As climate change makes disasters more frequent and severe, the insurance industry is in tumult. Losses have been spreading beyond states that have been ravaged by hurricanes and wildfires, like Florida and California, and into places like Iowa, Arkansas, Ohio, Utah and Washington.

Is State Farm cancelling homeowners insurance? ›

This decision comes after State Farm announced in May 2023 that it would no longer be accepting new applications for home and business owners. The cycle of property insurance policy non-renewals will begin on July 3 and the commercial apartment policy non-renewals will begin on Aug.

What state has the worst insurance rates? ›

Louisiana is the most expensive state for car insurance with average auto insurance premium of $2,883 annually. Maine's average insurance premium for full coverage is $1,175 annually, making this the cheapest state for car insurance in 2024.

Is State Farm leaving Florida? ›

Gov. Ron DeSantis' office confirmed that State Farm Insurance plans to continue its presence in the Florida insurance marketplace after Farmers Insurance declared plans to leave the state. Gov.

Which state has the highest percentage of homeowners? ›

In the rolling mountains, hills and valleys of Appalachia, you'll find the state with the highest percentage of homes occupied by their owners: West Virginia.
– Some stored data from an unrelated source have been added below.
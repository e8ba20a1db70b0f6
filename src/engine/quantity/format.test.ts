import fc from 'fast-check';
import { describe, expect, test } from 'vitest';
import {
  DIMENSION_NAMES,
  formatFeetInches,
  formatFor,
  formatNumber,
  formatQuantity,
  formatUtilisation,
  fromUnit,
  readQuantity,
  toUnit,
  UNIT_SYSTEMS,
  type UnitSystemName,
  UnknownUnit,
  unitText,
} from './index';

const plain = (text: string) => text.replaceAll(/[\u00a0\u202f]/g, ' ');

test('feet and inches are converted as feet', () => {
  expect(toUnit(3.048, 'ft-in')).toBeCloseTo(10, 12);
  expect(fromUnit(10, 'ft-in')).toBeCloseTo(3.048, 12);
});

test('what is no number is shown as a dash', () => {
  for (const nothing of [Number.NaN, Number.POSITIVE_INFINITY]) {
    expect([formatNumber(nothing), formatFeetInches(nothing), formatUtilisation(nothing)]).toEqual([
      '–',
      '–',
      '–',
    ]);
  }
});

describe('formatNumber', () => {
  test.each([
    [12.5, {}, '12.5'],
    [0.1 + 0.2, {}, '0.3'],
    [-7.25, {}, '−7.25'],
    [-0.0001, { places: 2 }, '0.00'],
    [19652, { places: 0 }, '19 652'],
    [1234567.891, { places: 1 }, '1 234 567.9'],
    [83.12, { significant: 3 }, '83.1'],
    [115.84, { significant: 3 }, '116'],
    [1234.5, { significant: 3 }, '1 235'],
    [115.84, { significant: 3, places: 1 }, '115.8'],
    [5.3641, { significant: 3, places: 1 }, '5.36'],
    [3e-15, { significant: 3, places: 1 }, '0.0'],
    [0.000012, { significant: 3 }, '1.20×10⁻⁵'],
    [2e20, {}, '2×10²⁰'],
    [0, { significant: 3 }, '0'],
    [Number.NaN, {}, '–'],
  ])('%d with %o is %s', (value, rounding, expected) => {
    expect(plain(formatNumber(value, rounding))).toBe(expected);
  });
});

describe('formatQuantity', () => {
  test.each([
    [115800, 'kNm', { places: 1 }, '115.8 kNm'],
    [12500, 'kN/m', {}, '12.5 kN/m'],
    [8.356e-5, 'cm4', { places: 0 }, '8 356 cm⁴'],
    [38.69226253280841, 'lbm/ft', { places: 1 }, '26.0 lb/ft'],
    [14593.902937206367, 'lbf/ft', { places: 0 }, '1 000 lb/ft'],
    [Math.PI / 4, 'deg', { places: 1 }, '45.0°'],
    [20, 'C', { places: 0 }, '20 °C'],
    [0.85, '%', {}, '85 %'],
  ])('%d in %s is %s', (value, unit, rounding, expected) => {
    expect(plain(formatQuantity(value, unit, rounding))).toBe(expected);
  });

  test('a unit that does not exist is our mistake', () => {
    expect(() => formatQuantity(1, 'furlong')).toThrow(UnknownUnit);
  });

  test('a number, its unit and its thousands are never broken over lines', () => {
    expect(formatQuantity(12345000, 'kN')).toBe('12\u202f345\u00a0kN');
  });
});

describe('formatFeetInches', () => {
  test.each([
    [3.81, '12\'-6"'],
    [3.8227, '12\'-6 1/2"'],
    [0.1524, '0\'-6"'],
    [3.6576, '12\'-0"'],
    [3.9624 - 0.0005, '13\'-0"'], // 12'-11 63/64": the last sixteenth carries twice
    [-3.8227, '−12\'-6 1/2"'],
    [-0.0001, '0\'-0"'],
    [0.0111125, '0\'-0 7/16"'],
  ])('%d m is %s', (metres, expected) => {
    expect(formatFeetInches(metres)).toBe(expected);
  });
});

test.each([
  [1.004, '1.01'],
  [1.1, '1.10'],
  [0.29, '0.29'],
  [0.57, '0.57'],
  [1.0000000001, '1.01'],
  [0.0001, '0.01'],
  [0, '0.00'],
])('a utilisation of %d is printed %s, rounded up', (ratio, expected) => {
  expect(formatUtilisation(ratio)).toBe(expected);
});

test.each([
  ['cm4', 'cm⁴'],
  ['N/mm2', 'N/mm²'],
  ['kip-in2', 'kip-in²'],
  ['1/K', '1/K'],
  ['F', '°F'],
  ['kNm/rad', 'kNm/rad'],
])('the unit %s is shown as %s', (unit, expected) => {
  expect(unitText(unit)).toBe(expected);
});

describe('round trips', () => {
  const systems: UnitSystemName[] = ['metric', 'us'];
  const finite = fc
    .double({ min: 1e-9, max: 1e9, noNaN: true })
    .chain((magnitude) => fc.constantFrom(magnitude, -magnitude, 0));

  test('a value taken to a unit and back is the same within 4 ε', () => {
    fc.assert(
      fc.property(
        finite,
        fc.constantFrom('mm', 'in', 'ft', 'kip', 'ksi', 'psf', 'in4', 'kip-ft'),
        (value, unit) => {
          const back = fromUnit(toUnit(value, unit), unit);
          expect(Math.abs(back - value)).toBeLessThanOrEqual(4 * Number.EPSILON * Math.abs(value));
        },
      ),
    );
  });

  test('what is shown exactly is read back as the same value, in both unit systems', () => {
    const shown = DIMENSION_NAMES.filter((name) => name !== 'ratio');
    fc.assert(
      fc.property(finite, fc.constantFrom(...systems), fc.constantFrom(...shown), (amount, system, name) => {
        const display = UNIT_SYSTEMS[system][name].unit;
        const unit = display === 'ft-in' ? 'ft' : display;
        const value = fromUnit(Number(amount.toPrecision(9)), unit);
        const reading = readQuantity(formatQuantity(value, unit), name);
        expect(reading.ok).toBe(true);
        if (reading.ok) expect(Math.abs(reading.value - value)).toBeLessThanOrEqual(1e-14 * Math.abs(value));
      }),
    );
  });

  test('feet and inches are read back within 1/32 in', () => {
    fc.assert(
      fc.property(fc.double({ min: -300, max: 300, noNaN: true }), (metres) => {
        const reading = readQuantity(formatFeetInches(metres), 'length');
        expect(reading.ok && Math.abs(reading.value - metres) <= 0.0254 / 32 + 1e-12).toBe(true);
      }),
    );
  });

  test('every purpose has a unit of its system that can be shown', () => {
    for (const system of systems) {
      for (const purpose of Object.keys(UNIT_SYSTEMS[system]) as (keyof (typeof UNIT_SYSTEMS)['metric'])[]) {
        expect(formatFor(1, purpose, system)).toMatch(/\d/);
      }
    }
  });
});
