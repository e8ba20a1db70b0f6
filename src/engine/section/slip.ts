const NEAR = 0.03; // a slip of units leaves the value itself, so the factor is met within the table's own rounding
const POUND_PER_FOOT = 1.48816; // kg/m
const UNITS: Readonly<Record<number, string>> = { 1: '', 2: '²', 3: '³', 4: '⁴', 6: '⁶' };

const isNear = (ratio: number, factor: number) => Math.abs(ratio / factor - 1) < NEAR;

/** "mm⁴ for cm⁴", or the bare power of ten. Null where the ratio is none. */
function powerOfTen(ratio: number, power: number): string | null {
  const exponent = Math.round(Math.log10(ratio));
  if (exponent === 0 || !isNear(ratio, 10 ** exponent)) return null;
  const sup = UNITS[power];
  if (sup !== undefined && power > 0) {
    if (exponent === power) return `The value looks like mm${sup} under a heading of cm${sup}`;
    if (exponent === -power)
      return `The value looks like dm${sup} under a heading of cm${sup}, or cm${sup} under mm${sup}`;
  }
  const times = Math.abs(exponent);
  return `The value is 10^${times} times too ${exponent > 0 ? 'large' : 'small'}: look at the unit of its heading`;
}

/** "in⁴ for cm⁴" and the like; the slip may go either way, and the heading may be in mm or in cm. */
function inches(ratio: number, power: number): string | null {
  if (power === 0) {
    if (isNear(ratio, 1 / POUND_PER_FOOT)) return 'The value looks like lb/ft under a heading of kg/m';
    return isNear(ratio, POUND_PER_FOOT) ? 'The value looks like kg/m under a heading of lb/ft' : null;
  }
  const sup = UNITS[power] ?? '';
  for (const [unit, factor] of [
    ['mm', 25.4 ** power],
    ['cm', 2.54 ** power],
  ] as const) {
    if (isNear(ratio, 1 / factor)) return `The value looks like in${sup} under a heading of ${unit}${sup}`;
    if (isNear(ratio, factor)) return `The value looks like ${unit}${sup} under a heading of in${sup}`;
  }
  return null;
}

/**
 * The slip of units that explains a value `ratio` times its expected one; `power` is that of the length in it (4 of
 * a second moment, 0 of a mass). Null where no slip does.
 */
export function slipCause(ratio: number, power: number): string | null {
  if (!(ratio > 0)) return null;
  return powerOfTen(ratio, power) ?? inches(ratio, power);
}
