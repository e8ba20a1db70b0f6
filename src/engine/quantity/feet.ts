import { FOOT, INCH } from './atoms';
import { readNumber } from './number';

/** Feet and inches read from a length, or the two ways in which it can be read (none: 12 inches or more). */
export type FeetReading = { ok: true; value: number } | { ok: false; choices: readonly string[] };

const INCHES = String.raw`\d+[ -]\d+\/\d+|\d+\/\d+|\d*[.,]?\d+`;
const INCH_MARK = String.raw`(?:"|in\.?|ins|inch|inches)`;
const MARKED = new RegExp(
  String.raw`^(\d+) ?(?:'|ft\.?|feet|foot)[ -]{0,3}(?!\d{3})(${INCHES}) ?${INCH_MARK}?$`,
  'i',
);
const DASHED = new RegExp(String.raw`^(\d+)-(${INCHES}) ?(${INCH_MARK})?$`, 'i');

const isFraction = (text: string) => /^\d+\/\d+$/.test(text);

function sum(feet: string, inches: string): FeetReading {
  const read = readNumber(inches);
  return read.ok && read.value < 12
    ? { ok: true, value: Number(feet) * FOOT + read.value * INCH }
    : { ok: false, choices: [] };
}

/**
 * Feet with inches: 12 ft 6 in, 12'-6 1/2", 12-6.5. Null where the text has another form, so that a thousands
 * apostrophe (12'345) and a mixed fraction of inches (1-1/2 in) are left to the number. "1-1/2" alone is asked back.
 */
export function readFeetInches(text: string): FeetReading | null {
  const marked = MARKED.exec(text);
  if (marked) return sum(marked[1] ?? '', marked[2] ?? '');
  const dashed = DASHED.exec(text);
  if (!dashed) return null;
  const [, feet = '', inches = '', mark] = dashed;
  if (isFraction(inches)) {
    return mark ? null : { ok: false, choices: [`${feet} ${inches} in`, `${feet}'-0 ${inches}"`] };
  }
  return sum(feet, inches);
}

/** "12-6.5": feet and inches without any mark. */
export const isDashedFeet = (text: string): boolean => /^\d+-[\d.,/ ]+$/.test(text);

/**
 * The two readings of a bare number in a field of feet and inches: 12.6 is 12.6 ft or 12'-6". Null where only feet
 * can be meant: a whole number, or decimals that are no inches (12.125).
 */
export function bareFeetChoices(text: string): readonly [string, string] | null {
  if (text.includes('/')) return [`${text} ft`, `${text} in`];
  const decimal = /^(\d+)[.,](\d+)$/.exec(text);
  if (!decimal) return null;
  const [, feet = '', digits = ''] = decimal;
  const inches = [digits, digits.replace(/0+$/, '')].map(Number).find((value) => value > 0 && value < 12);
  return inches === undefined ? null : [`${feet}.${digits} ft`, `${feet}'-${inches}"`];
}
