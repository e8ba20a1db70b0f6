import { DIMENSIONS, type Dimension } from './dimension';

export const INCH = 0.0254; // m, exact: 1959 international yard and pound agreement
export const FOOT = 0.3048; // m, exact: 12 in
const POUND = 0.45359237; // kg, exact: the same agreement
export const STANDARD_GRAVITY = 9.80665; // m/s², exact: 3rd General Conference on Weights and Measures, 1901
const POUND_FORCE = POUND * STANDARD_GRAVITY; // N
const KIP = 1000 * POUND_FORCE; // N

/** One reading of a unit symbol: SI value of 1, dimension, and the power of an angle in it. */
export type UnitValue = { readonly factor: number; readonly dimension: Dimension; readonly angle: number };

const MASS: Dimension = { length: 0, mass: 1, time: 0, temperature: 0 };
const TIME: Dimension = { length: 0, mass: 0, time: 1, temperature: 0 };

const unit = (factor: number, dimension: Dimension, angle = 0): UnitValue => ({ factor, dimension, angle });
const length = (factor: number) => [unit(factor, DIMENSIONS.length)];
const force = (factor: number) => [unit(factor, DIMENSIONS.force)];
const stress = (factor: number) => [unit(factor, DIMENSIONS.stress)];
const mass = (factor: number) => [unit(factor, MASS)];
const angle = (factor: number) => [unit(factor, DIMENSIONS.rotation, 1)];
const ratio = (factor: number) => [unit(factor, DIMENSIONS.ratio)];
const temperature = (factor: number) => [unit(factor, DIMENSIONS.temperature)];

/** Each symbol with its readings, the usual one first. A pound is a force unless a mass is asked for. */
const ATOMS: Readonly<Record<string, readonly UnitValue[]>> = {
  m: length(1),
  mm: length(1e-3),
  cm: length(1e-2),
  dm: length(1e-1),
  km: length(1e3),
  in: length(INCH),
  ft: length(FOOT),
  yd: length(3 * FOOT),
  N: force(1),
  kN: force(1e3),
  MN: force(1e6),
  lbf: force(POUND_FORCE),
  kip: force(KIP),
  Pa: stress(1),
  kPa: stress(1e3),
  MPa: stress(1e6),
  GPa: stress(1e9),
  psi: stress(POUND_FORCE / INCH ** 2),
  ksi: stress(KIP / INCH ** 2),
  psf: stress(POUND_FORCE / FOOT ** 2),
  ksf: stress(KIP / FOOT ** 2),
  plf: [unit(POUND_FORCE / FOOT, DIMENSIONS.line_load), unit(POUND / FOOT, DIMENSIONS.mass_per_length)],
  klf: [unit(KIP / FOOT, DIMENSIONS.line_load)],
  pcf: [unit(POUND / FOOT ** 3, DIMENSIONS.density)],
  lb: [...force(POUND_FORCE), ...mass(POUND)],
  lbm: mass(POUND),
  g: mass(1e-3),
  kg: mass(1),
  t: mass(1e3),
  s: [unit(1, TIME)],
  K: temperature(1),
  C: temperature(1),
  F: temperature(5 / 9),
  rad: angle(1),
  mrad: angle(1e-3),
  deg: angle(Math.PI / 180),
  '%': ratio(1e-2),
  '‰': ratio(1e-3),
  '1': ratio(1),
};

const SPELLINGS: Readonly<Record<string, string>> = {
  meter: 'm',
  meters: 'm',
  metre: 'm',
  metres: 'm',
  millimetre: 'mm',
  millimetres: 'mm',
  millimeter: 'mm',
  millimeters: 'mm',
  inch: 'in',
  inches: 'in',
  ins: 'in',
  foot: 'ft',
  feet: 'ft',
  "'": 'ft',
  '"': 'in',
  lbs: 'lb',
  pound: 'lb',
  pounds: 'lb',
  k: 'kip',
  kips: 'kip',
  kipf: 'kip',
  '°C': 'C',
  degC: 'C',
  '°F': 'F',
  degF: 'F',
  '°': 'deg',
  degree: 'deg',
  degrees: 'deg',
};

/** Lower-case spellings that only one symbol can mean; "MN" and "mN", "K" and "k" stay apart. */
const FOLDED: ReadonlyMap<string, string> = new Map(
  [...Object.keys(ATOMS), ...Object.keys(SPELLINGS)]
    .filter((symbol) => symbol.length > 1 && symbol !== 'MN')
    .map((symbol) => [symbol.toLowerCase(), symbol]),
);

/** The readings of one symbol as written, or undefined. */
export function findAtom(symbol: string): readonly UnitValue[] | undefined {
  const spelled =
    Object.hasOwn(ATOMS, symbol) || Object.hasOwn(SPELLINGS, symbol)
      ? symbol
      : FOLDED.get(symbol.toLowerCase());
  if (spelled === undefined) return undefined;
  return ATOMS[SPELLINGS[spelled] ?? spelled];
}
The Mountain State has the highest homeownership rate in the entire country, at 74.5 percent, according to the latest Census Bureau data.

Who is the number 1 home insurance company in America? ›

State Farm is the largest home and auto insurance company in North America, capturing 17.79 percent of the home market and 18.31 percent of auto.

What states have the most homeowners insurance claims? ›

California, Florida, and Texas take the top spots as the states with the most home insurance losses between 2015 and 2019 — not surprising given the natural disasters these states are prone to.